I'm not a huge fan of Apostol's calculus volumes. They just seemed way too hard for calc books last time I read them (then again, that was maybe 15 years ago). If you want to do calculus rigorously, you might as well go all out and do real analysis with a book like Baby Rudin, using Apostol's Mathematical Analysis as a supplement for whenever Rudin starts blowing your mind with unmotivated symbol manipulations. But for learning calculus for applications in physics, I would definitely steer clear of everything mentioned so far in this paragraph and instead run through the main ideas of Calculus I (derivatives, integrals, sequences, series, polar coords, parametric equations, conics) pretty quickly and then work closely on that 18.02 video lecture series I mentioned above. Calculus in 3-dimensional space is pretty critical to know well, since it'll build up your geometric intuition, which is a hell of a lot more important than doing everything rigorously IMO.

 

[Mu naught]

Thanks for all the responses so far. I should have expected everyone to suggest a different book! After finals when I have a lot of spare time I'll go through all these suggestions and hopefully I can find a copy of whatever one I decide to go with cheap.

 

[Je m'appelle]

I haven't looked at their Calc I class (18.01), but that one also has video lectures

18.01 (Calculus I) was even better. The lecturer, David Jerison is awesome. If you enjoyed 18.02, you'll be amazed by 18.01.

 

[sponsoredwalk]

I have to totally disagree about 18.01. The lecturer made everything sound way more complicated than it had to be and ignored a lot of useful things. You'd need to have done calculus before to get anything from these lectures (I hadn't and I suffered because of it) but you'll come away having learned nothing you can't pick up in a textbook with better explanation & better proofs.

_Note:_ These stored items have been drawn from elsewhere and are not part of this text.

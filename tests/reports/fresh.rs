//! `reports/` is what the tool makes of `demo-flights/` today.
//!
//! To rewrite it: `cargo run --release -- brief demo-flights/*.toml --out reports`.

use std::collections::BTreeSet;
use std::path::{Path, PathBuf};
use std::process::Command;

fn root() -> &'static Path {
    Path::new(env!("CARGO_MANIFEST_DIR"))
}

fn demo_flights() -> Vec<PathBuf> {
    let entries = std::fs::read_dir(root().join("demo-flights")).unwrap().map(|e| e.unwrap().path());
    let mut files: Vec<PathBuf> = entries.filter(|p| p.extension().is_some_and(|e| e == "toml")).collect();
    files.sort();
    files
}

fn names(folder: &Path) -> BTreeSet<String> {
    std::fs::read_dir(folder).unwrap().map(|e| e.unwrap().file_name().into_string().unwrap()).collect()
}

#[test]
fn the_committed_reports_are_what_the_tool_makes() {
    assert!(demo_flights().len() >= 8);
    let made = tempfile::tempdir().unwrap();
    let run = Command::new(env!("CARGO_BIN_EXE_gloamline"))
        .arg("brief")
        .args(demo_flights())
        .arg("--out")
        .arg(made.path())
        .output()
        .unwrap();
    assert!(run.status.success(), "{}", String::from_utf8_lossy(&run.stderr));
    let kept = root().join("reports");
    assert_eq!(names(made.path()), names(&kept), "rewrite reports/ with the command in this file's head");
    for name in names(&kept) {
        let (old, new) =
            (std::fs::read(kept.join(&name)).unwrap(), std::fs::read(made.path().join(&name)).unwrap());
        let picture = kept.join(&name).extension().is_some_and(|e| e == "png");
        let same = if picture { pictures_agree(&old, &new) } else { old == new };
        assert!(same, "reports/{name} is not what the tool makes today: rewrite reports/");
    }
}

/// Same size, and no pixel's channel differs by more than a shade: rounding may differ between processors.
fn pictures_agree(old: &[u8], new: &[u8]) -> bool {
    let decode = |bytes: &[u8]| {
        let mut reader = png::Decoder::new(std::io::Cursor::new(bytes.to_vec())).read_info().unwrap();
        let mut pixels = vec![0; reader.output_buffer_size().unwrap()];
        let info = reader.next_frame(&mut pixels).unwrap();
        (info.width, info.height, pixels)
    };
    let ((w, h, a), (v, g, b)) = (decode(old), decode(new));
    (w, h) == (v, g) && a.len() == b.len() && a.iter().zip(&b).all(|(x, y)| x.abs_diff(*y) <= 2)
}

http://press.princeton.edu/video/banner/

These lectures along with the guys book will teach you way more, more in depth for sure, then you can go straight to 18.02 lectures on the MIT website, but I'd advise either Serge Lang, Stewart calculus or Thomas Calculus for both different point of view and extra questions/ different proofs, (they all contain variations tbh). That said check out the MT lectures yourself and see if you can get past lecture 9 without cringing and realizing there are better and easier explanations elsewhere.

toodles...

 

[Evo]

Anyone receiving a solicitation via PM needs to report it to a mentor.